Все это очень милые и меткие штрихи. Олеша все время говорит: «Не берите нас всерьез. Мы все-таки не те люди, что оружейные мастера». Но он прибавляет: «Однако мы любим вас, мы с вами, мы можем быть вам чрезвычайно полезны». Поэтому, когда в заключительный момент артисты поют в публику, что они отдают свой труд народу, — это служит концовкой, знаменующей весь смысл спектакля. Смысл спектакля есть апологетика всем сердцем приемлющей революцию артистической интеллигенции.

Сквозь чудаческую призму взят весь спектакль со всей его полуигрушечной обстановкой, со всей его фантастикой и от времени до времени прорывающимся грозным биением действительной классовой борьбы.

Благодаря тому что Олеша стал, таким образом, на позицию, которая не обязывает его выставлять себя стопроцентным ортодоксом, в то же время доказывая, что он проникнут глубоким и искренним чувством признания величия пролетарского дела, — благодаря этому именно спектакль получает подлинную грациозность.

Когда будет создан наш грациозный, насквозь пролетарский спектакль, мы отпразднуем большой праздник. До сих пор произведения пролетарской литературы всегда полны разных несовершенств, всегда в них преобладает еще голова, всегда есть известная связанность движений. Но соответственное совпадение ясности сознания, классовой установки всех творческих сил и высокохудожественного уменья не может не прийти и придет скоро в области чисто пролетарской драматургии.

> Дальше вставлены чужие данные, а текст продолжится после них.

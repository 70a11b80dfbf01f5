package correlations

import (
	"fmt"
	"math"
	"strconv"
	"strings"
)

// catalog is built once from the per-group entry lists and never modified.
var catalog = buildCatalog()

func buildCatalog() []Entry {
	var all []Entry
	all = append(all, oilEntries()...)
	all = append(all, viscosityEntries()...)
	all = append(all, gasEntries()...)
	all = append(all, waterEntries()...)
	return all
}

// Catalog returns every catalog entry, grouped by property. The slice is a copy.
func Catalog() []Entry {
	out := make([]Entry, len(catalog))
	copy(out, catalog)
	return out
}

// Lookup returns the catalog entry of a property and id.
func Lookup(p Property, id string) (Entry, error) {
	for _, e := range catalog {
		if e.Property == p && e.ID == id {
			return e, nil
		}
	}
	return Entry{}, fmt.Errorf("%w: no %s correlation %q", ErrUnknownID, p, id)
}

// IDs returns the ids of one property in catalog order.
func IDs(p Property) []string {
	var ids []string
	for _, e := range catalog {
		if e.Property == p {
			ids = append(ids, e.ID)
		}
	}
	return ids
}

// Check compares the named inputs with the entry's data ranges and returns one message per
// input outside them, for example "API 62 is above the 16–58 range of Glasø's data".
// Inputs the entry has no range for, and names absent from values, are ignored.
func (e Entry) Check(values map[string]float64) []string {
	var msgs []string
	for _, r := range e.Ranges {
		v, ok := values[r.Input]
		if !ok || math.IsNaN(v) {
			continue
		}
		var side string
		switch {
		case v < r.Min:
			side = "below"
		case v > r.Max:
			side = "above"
		default:
			continue
		}
		unit := ""
		if r.Unit != "" && r.Unit != "°API" {
			unit = " " + r.Unit
		}
		msgs = append(msgs, fmt.Sprintf("%s %s%s is %s the %s–%s range of %s data",
			r.Input, fmtNum(v), unit, side, fmtNum(r.Min), fmtNum(r.Max), possessive(e.Authors)))
	}
	return msgs
}

// possessive gives "Glasø's", "Vasquez and Beggs'".
func possessive(name string) string {
	if strings.HasSuffix(name, "s") {
		return name + "'"
	}
	return name + "'s"
}

func fmtNum(v float64) string { return strconv.FormatFloat(v, 'g', 4, 64) }

func lookupFamily[F any](p Property, id string, fams []F, idOf func(F) string) (F, error) {
	for _, f := range fams {
		if idOf(f) == id {
			return f, nil
		}
	}
	var zero F
	return zero, fmt.Errorf("%w: no %s family %q (known: %v)", ErrUnknownID, p, id, IDs(p))
}

// SolutionGasFamilies returns every solution-gas family in catalog order.
func SolutionGasFamilies() []SolutionGasFamily {
	return append([]SolutionGasFamily(nil), solutionGasFamilies...)
}

// SolutionGasByID returns the solution-gas family with the given id.
func SolutionGasByID(id string) (SolutionGasFamily, error) {
	return lookupFamily(SolutionGas, id, solutionGasFamilies, func(f SolutionGasFamily) string { return f.ID })
}

// OilFVFFamilies returns every saturated-Bo family in catalog order.
func OilFVFFamilies() []OilFVFFamily { return append([]OilFVFFamily(nil), oilFVFFamilies...) }

// OilFVFByID returns the saturated-Bo family with the given id.
func OilFVFByID(id string) (OilFVFFamily, error) {
	return lookupFamily(OilFVF, id, oilFVFFamilies, func(f OilFVFFamily) string { return f.ID })
}

// CompressibilityFamilies returns every undersaturated-compressibility family.
func CompressibilityFamilies() []CompressibilityFamily {
	return append([]CompressibilityFamily(nil), compressibilityFamilies...)
}

// CompressibilityByID returns the undersaturated-compressibility family with the given id.
func CompressibilityByID(id string) (CompressibilityFamily, error) {
	return lookupFamily(Compressibility, id, compressibilityFamilies, func(f CompressibilityFamily) string { return f.ID })
}

// DeadViscosityFamilies returns every dead-oil viscosity family.
func DeadViscosityFamilies() []DeadViscosityFamily {
	return append([]DeadViscosityFamily(nil), deadViscosityFamilies...)
}

// DeadViscosityByID returns the dead-oil viscosity family with the given id.
func DeadViscosityByID(id string) (DeadViscosityFamily, error) {
	return lookupFamily(DeadViscosity, id, deadViscosityFamilies, func(f DeadViscosityFamily) string { return f.ID })
}

// SatViscosityFamilies returns every saturated-oil viscosity family.
func SatViscosityFamilies() []SatViscosityFamily {
	return append([]SatViscosityFamily(nil), satViscosityFamilies...)
}

// SatViscosityByID returns the saturated-oil viscosity family with the given id.
func SatViscosityByID(id string) (SatViscosityFamily, error) {
	return lookupFamily(SatViscosity, id, satViscosityFamilies, func(f SatViscosityFamily) string { return f.ID })
}

// UnderViscosityFamilies returns every undersaturated-oil viscosity family.
func UnderViscosityFamilies() []UnderViscosityFamily {
	return append([]UnderViscosityFamily(nil), underViscosityFamilies...)
}

// UnderViscosityByID returns the undersaturated-oil viscosity family with the given id.
func UnderViscosityByID(id string) (UnderViscosityFamily, error) {
	return lookupFamily(UnderViscosity, id, underViscosityFamilies, func(f UnderViscosityFamily) string { return f.ID })
}

// PseudoCriticalFamilies returns every gas pseudo-critical family.
func PseudoCriticalFamilies() []PseudoCriticalFamily {
	return append([]PseudoCriticalFamily(nil), pseudoCriticalFamilies...)
}

// PseudoCriticalByID returns the pseudo-critical family with the given id.
func PseudoCriticalByID(id string) (PseudoCriticalFamily, error) {
	return lookupFamily(PseudoCritical, id, pseudoCriticalFamilies, func(f PseudoCriticalFamily) string { return f.ID })
}

// ZFamilies returns every Z-factor family.
func ZFamilies() []ZFamily { return append([]ZFamily(nil), zFamilies...) }

// ZByID returns the Z-factor family with the given id.
func ZByID(id string) (ZFamily, error) {
	return lookupFamily(GasZ, id, zFamilies, func(f ZFamily) string { return f.ID })
}
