package correlations

import (
	"math"
)

// Glasø (1980): Ø. Glasø, "Generalized Pressure-Volume-Temperature Correlations", J. Pet. Tech.
// 32 (May 1980) 785–795, SPE 8016. 45 North Sea oil samples: Pb 165–7,142 psia, T 80–280 °F,
// Rsb 90–2,637 scf/STB, 22.3–48.1 °API, γg 0.650–1.276 (ranges from memory).

// GlasoBubblePoint returns the bubble-point pressure (psia), Glasø (1980), published
// direction:
//
//	log Pb = 1.7669 + 1.7447·log Pb* − 0.30218·(log Pb*)²,  Pb* = (Rsb/γg)^0.816 · T^0.172 / API^0.989,
//
// T °F, logarithms base 10 (the paper's paraffinicity exponent 0.989 for "normal" oils; no
// correction for non-hydrocarbons). Rsb beyond the maximum of the quadratic is refused.
func GlasoBubblePoint(rsb float64, o Oil) (float64, error) {
	return GlasoBubblePointWith(rsb, o, glasoPublished[:])
}

// GlasoCoefficients are the constants of the Glasø solution-gas pair that a refit may change:
// log Pb = a + b·x − c·x², x = log[(Rsb/γg)^d · T^0.172 / API^0.989].
var GlasoCoefficients = []Coefficient{
	{ID: "b", Value: 1.7447, Role: "1.7447, the linear term of the log-quadratic"},
	{ID: "c", Value: 0.30218, Role: "0.30218, the quadratic term"},
	{ID: "d", Value: 0.816, Role: "0.816, the exponent of Rsb/γg"},
	{ID: "a", Value: 1.7669, Role: "1.7669, the constant term"},
}

var glasoPublished = [4]float64{1.7447, 0.30218, 0.816, 1.7669}

// GlasoBubblePointWith is GlasoBubblePoint with the coefficients c (GlasoCoefficients order).
func GlasoBubblePointWith(rsb float64, o Oil, c []float64) (float64, error) {
	if err := checkOilPositiveT(o); err != nil {
		return 0, err
	}
	if err := checkGOR("Rsb", rsb); err != nil {
		return 0, err
	}
	if err := checkCoefficients(c, 4); err != nil {
		return 0, err
	}
	if rsb == 0 {
		return 0, inputError("Rsb", rsb, "> 0 for Glasø's logarithmic form")
	}
	b, cc, d, a := c[0], c[1], c[2], c[3]
	x := math.Log10(pow(rsb/o.GasGravity, d) * pow(o.Temperature, 0.172) / pow(o.API, 0.989))
	if !(cc > 0) || x > b/(2*cc) {
		return 0, inputError("Rsb", rsb, "below the maximum of Glasø's log-quadratic (Pb < about 19,300 psia)")
	}
	return finite(pow10(a + b*x - cc*x*x))
}

// GlasoSolutionGOR returns the solution GOR (scf/STB) at p psia as the closed-form inverse of
// GlasoBubblePoint, solving the quadratic for log Pb* on its rising branch:
//
//	log Pb* = 2.8869 − (14.1811 − 3.3093·log p)^0.5,  Rs = γg·[Pb* · API^0.989 / T^0.172]^(1/0.816),
//
// with the constants computed from the Pb coefficients rather than the rounded printed ones,
// so that the pair is exactly inverse. p above about 19,300 psia is refused.
func GlasoSolutionGOR(p float64, o Oil) (float64, error) {
	return GlasoSolutionGORWith(p, o, glasoPublished[:])
}

// GlasoSolutionGORWith is GlasoSolutionGOR with the coefficients c (GlasoCoefficients order).
func GlasoSolutionGORWith(p float64, o Oil, cf []float64) (float64, error) {
	if err := checkOilPositiveT(o); err != nil {
		return 0, err
	}
	if err := checkPressure("p", p); err != nil {
		return 0, err
	}
	if err := checkCoefficients(cf, 4); err != nil {
		return 0, err
	}
	a, b, c, d := -cf[1], cf[0], cf[3], cf[2]
	disc := b*b - 4*a*(c-math.Log10(p))
	if disc < 0 || !(a < 0) {
		return 0, inputError("p", p, "below the maximum of Glasø's log-quadratic (about 19,300 psia)")
	}
	// Rising branch, x ≤ b/(−2a), written without cancellation near log p = c.
	x := 2 * (math.Log10(p) - c) / (b + math.Sqrt(disc))
	pbStar := pow10(x)
	rs := o.GasGravity * pow(pbStar*pow(o.API, 0.989)/pow(o.Temperature, 0.172), 1/d)
	return finite(rs)
}

// GlasoOilFVF returns the saturated oil formation volume factor (rb/STB), Glasø (1980):
//
//	log(Bo − 1) = −6.58511 + 2.91329·log Bo* − 0.27683·(log Bo*)²,  Bo* = Rs·(γg/γo)^0.526 + 0.968·T,
//
// T °F, logarithms base 10. Data Bob 1.087–2.588 rb/STB (from memory). p is not used.
func GlasoOilFVF(p, rs float64, o Oil) (float64, error) {
	return GlasoOilFVFWith(p, rs, o, glasoFVFPublished[:])
}

// GlasoFVFCoefficients are the constants of Glasø's Bo that a refit may change:
// log(Bo − 1) = a + b·x − c·x², x = log[Rs·(γg/γo)^0.526 + t·T].
var GlasoFVFCoefficients = []Coefficient{
	{ID: "c", Value: 0.27683, Role: "0.27683, the quadratic term"},
	{ID: "t", Value: 0.968, Role: "0.968, the factor of T in Bo*"},
	{ID: "b", Value: 2.91329, Role: "2.91329, the linear term"},
	{ID: "a", Value: -6.58511, Role: "−6.58511, the constant term"},
}

var glasoFVFPublished = [4]float64{0.27683, 0.968, 2.91329, -6.58511}

// GlasoOilFVFWith is GlasoOilFVF with the coefficients c (GlasoFVFCoefficients order).
func GlasoOilFVFWith(p, rs float64, o Oil, c []float64) (float64, error) {
	if err := checkOil(o); err != nil {
		return 0, err
	}
	if err := checkGOR("Rs", rs); err != nil {
		return 0, err
	}
	if err := checkCoefficients(c, 4); err != nil {
		return 0, err
	}
	f := rs*pow(o.GasGravity/o.OilGravity(), 0.526) + c[1]*o.Temperature
	if !(f > 0) {
		return 0, inputError("temperature", o.Temperature, "high enough for a positive Glasø correlating number")
	}
	x := math.Log10(f)
	return finite(1 + pow10(c[3]+c[2]*x-c[0]*x*x))
}
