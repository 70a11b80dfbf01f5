package correlations

// viscosityEntries lists the oil-viscosity correlations. Data ranges come from the papers as
// quoted in secondary sources; those not checked against the original are marked in comments.
func viscosityEntries() []Entry {
	const (
		refBeal = "Beal, C.: The Viscosity of Air, Water, Natural Gas, Crude Oil and Its Associated Gases at Oil Field Temperatures and Pressures, Trans. AIME 165: 94–115 (1946); equation by Standing, M.B.: Volumetric and Phase Behavior of Oil Field Hydrocarbon Systems, SPE (1981)"
		refBR   = "Beggs, H.D. and Robinson, J.R.: Estimating the Viscosity of Crude Oil Systems, J. Petrol. Technol. 27 (9): 1140–1141 (1975), SPE 5434"
		refKS   = "Kartoatmodjo, T. and Schmidt, Z.: Large Data Bank Improves Crude Physical Property Correlations, Oil and Gas Journal 92 (27): 51–55 (1994)"
		refPF   = "Petrosky, G.E. Jr. and Farshad, F.F.: Viscosity Correlations for Gulf of Mexico Crude Oils, SPE 29468 (1995)"
	)
	api := func(lo, hi float64) Range { return Range{Input: "API", Unit: "°API", Min: lo, Max: hi} }
	temp := func(lo, hi float64) Range { return Range{Input: "temperature", Unit: "°F", Min: lo, Max: hi} }
	rs := func(lo, hi float64) Range { return Range{Input: "Rs", Unit: "scf/STB", Min: lo, Max: hi} }
	pr := func(lo, hi float64) Range { return Range{Input: "p", Unit: "psia", Min: lo, Max: hi} }
	mud := func(lo, hi float64) Range { return Range{Input: "mu_dead", Unit: "cP", Min: lo, Max: hi} }
	const stockTank = "stock-tank oil gravity; gas-free oil at reservoir temperature"
	const atPb = "p ≥ Pb; viscosity at the bubble point from a saturated family or the lab"

	return []Entry{
		// Dead oil.
		{ID: "beal", Property: DeadViscosity, Authors: "Beal", Year: 1946, Reference: refBeal,
			Ranges: []Range{api(10.1, 52.5), temp(98, 250)}, Convention: stockTank},
		{ID: "beggs-robinson", Property: DeadViscosity, Authors: "Beggs and Robinson", Year: 1975, Reference: refBR,
			Ranges: []Range{api(16, 58), temp(70, 295)}, Convention: stockTank},
		{ID: "glaso", Property: DeadViscosity, Authors: "Glasø", Year: 1980,
			Reference: "Glasø, Ø.: Generalized Pressure-Volume-Temperature Correlations, J. Petrol. Technol. 32 (5): 785–795 (1980), SPE 8016",
			Ranges:    []Range{api(20.1, 48.1), temp(50, 300)}, Convention: stockTank},
		{ID: "egbogah-ng", Property: DeadViscosity, Authors: "Egbogah and Ng", Year: 1990,
			Reference: "Egbogah, E.O. and Ng, J.T.: An Improved Temperature-Viscosity Correlation for Crude Oil Systems, J. Petrol. Sci. Eng. 4 (3): 197–200 (1990)",
			Ranges:    []Range{api(5, 58), temp(59, 176)}, Convention: stockTank},
		{ID: "kartoatmodjo-schmidt", Property: DeadViscosity, Authors: "Kartoatmodjo and Schmidt", Year: 1994, Reference: refKS,
			Ranges: []Range{api(14.4, 59), temp(80, 320)}, Convention: stockTank},
		{ID: "petrosky-farshad", Property: DeadViscosity, Authors: "Petrosky and Farshad", Year: 1995, Reference: refPF,
			Ranges: []Range{api(25.4, 46.1), temp(114, 288)}, Convention: stockTank},

		// Saturated (live) oil.
		{ID: "chew-connally", Property: SatViscosity, Authors: "Chew and Connally", Year: 1959,
			Reference:  "Chew, J. and Connally, C.A. Jr.: A Viscosity Correlation for Gas-Saturated Crude Oils, Trans. AIME 216: 23–25 (1959)",
			Ranges:     []Range{rs(51, 3544), mud(0.377, 50), temp(72, 292), pr(132, 5645)},
			Convention: "usual fits of A and B to the chart; the A fit turns upward above Rs ≈ 1,680 scf/STB"},
		{ID: "beggs-robinson", Property: SatViscosity, Authors: "Beggs and Robinson", Year: 1975, Reference: refBR,
			Ranges:     []Range{rs(20, 2070), api(16, 58), temp(70, 295), pr(15, 5265)},
			Convention: "dead-oil viscosity at the same temperature"},
		{ID: "kartoatmodjo-schmidt", Property: SatViscosity, Authors: "Kartoatmodjo and Schmidt", Year: 1994, Reference: refKS,
			Ranges:     []Range{rs(0, 2890), mud(0.506, 682)},
			Convention: "dead-oil viscosity at the same temperature"},
		{ID: "petrosky-farshad", Property: SatViscosity, Authors: "Petrosky and Farshad", Year: 1995, Reference: refPF,
			Ranges:     []Range{rs(21, 1885), mud(0.725, 11.69)},
			Convention: "dead-oil viscosity at the same temperature"},

		// Undersaturated oil.
		{ID: "vasquez-beggs", Property: UnderViscosity, Authors: "Vasquez and Beggs", Year: 1980,
			Reference:  "Vasquez, M. and Beggs, H.D.: Correlations for Fluid Physical Property Prediction, J. Petrol. Technol. 32 (6): 968–970 (1980), SPE 6719",
			Ranges:     []Range{pr(141, 9515), api(15.3, 59.5), {Input: "gas gravity", Unit: "", Min: 0.511, Max: 1.351}, rs(9.3, 2199)},
			Convention: atPb},
		{ID: "beal", Property: UnderViscosity, Authors: "Beal", Year: 1946, Reference: refBeal,
			Ranges: []Range{pr(1515, 5515)}, Convention: atPb},
		{ID: "kartoatmodjo-schmidt", Property: UnderViscosity, Authors: "Kartoatmodjo and Schmidt", Year: 1994, Reference: refKS,
			Ranges: []Range{pr(24.7, 6014.7)}, Convention: atPb},
		{ID: "petrosky-farshad", Property: UnderViscosity, Authors: "Petrosky and Farshad", Year: 1995, Reference: refPF,
			Ranges: []Range{pr(1600, 10250)}, Convention: atPb},
	}
}

var (
	deadViscosityFamilies = []DeadViscosityFamily{
		{ID: "beal", Viscosity: BealDeadViscosity, Coefficients: BealDeadCoefficients, ViscosityWith: BealDeadViscosityWith},
		{ID: "beggs-robinson", Viscosity: BeggsRobinsonDeadViscosity,
			Coefficients: BeggsRobinsonDeadCoefficients, ViscosityWith: BeggsRobinsonDeadViscosityWith},
		{ID: "glaso", Viscosity: GlasoDeadViscosity, Coefficients: GlasoDeadCoefficients, ViscosityWith: GlasoDeadViscosityWith},
		{ID: "egbogah-ng", Viscosity: EgbogahNgDeadViscosity, Coefficients: EgbogahNgCoefficients, ViscosityWith: EgbogahNgDeadViscosityWith},
		{ID: "kartoatmodjo-schmidt", Viscosity: KartoatmodjoSchmidtDeadViscosity,
			Coefficients: KartoatmodjoSchmidtDeadCoefficients, ViscosityWith: KartoatmodjoSchmidtDeadViscosityWith},
		{ID: "petrosky-farshad", Viscosity: PetroskyFarshadDeadViscosity,
			Coefficients: PetroskyFarshadDeadCoefficients, ViscosityWith: PetroskyFarshadDeadViscosityWith},
	}
	satViscosityFamilies = []SatViscosityFamily{
		{ID: "chew-connally", Viscosity: ChewConnallySatViscosity,
			Coefficients: ChewConnallyCoefficients, ViscosityWith: ChewConnallySatViscosityWith},
		{ID: "beggs-robinson", Viscosity: BeggsRobinsonSatViscosity,
			Coefficients: BeggsRobinsonSatCoefficients, ViscosityWith: BeggsRobinsonSatViscosityWith},
		{ID: "kartoatmodjo-schmidt", Viscosity: KartoatmodjoSchmidtSatViscosity,
			Coefficients: KartoatmodjoSchmidtSatCoefficients, ViscosityWith: KartoatmodjoSchmidtSatViscosityWith},
		{ID: "petrosky-farshad", Viscosity: PetroskyFarshadSatViscosity,
			Coefficients: PetroskyFarshadSatCoefficients, ViscosityWith: PetroskyFarshadSatViscosityWith},
	}
	underViscosityFamilies = []UnderViscosityFamily{
		{ID: "vasquez-beggs", Viscosity: VasquezBeggsUnderViscosity},
		{ID: "beal", Viscosity: BealUnderViscosity},
		{ID: "kartoatmodjo-schmidt", Viscosity: KartoatmodjoSchmidtUnderViscosity},
		{ID: "petrosky-farshad", Viscosity: PetroskyFarshadUnderViscosity},
	}
)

Пока же мы можем с веселой и доброй улыбкой смотреть на этот ловкий спектакль, проникнутый горячей и подлинной любовью к тому, что составляет самую сущность жизни пролетариата, на эту хвалу железному пролетарскому маршу к будущему из уст лучшей части политически проснувшихся подлинно талантливых мечтателей-интеллигентов.

Грациозно выполненный текст Олеши дал возможность показать грациозную виртуозность, игривую, лукавую, веселую фантазию и художнику Б. Эрдману, дал и всем исполнителям возможность так «протанцевать» каждому порученную ему причудливую роль.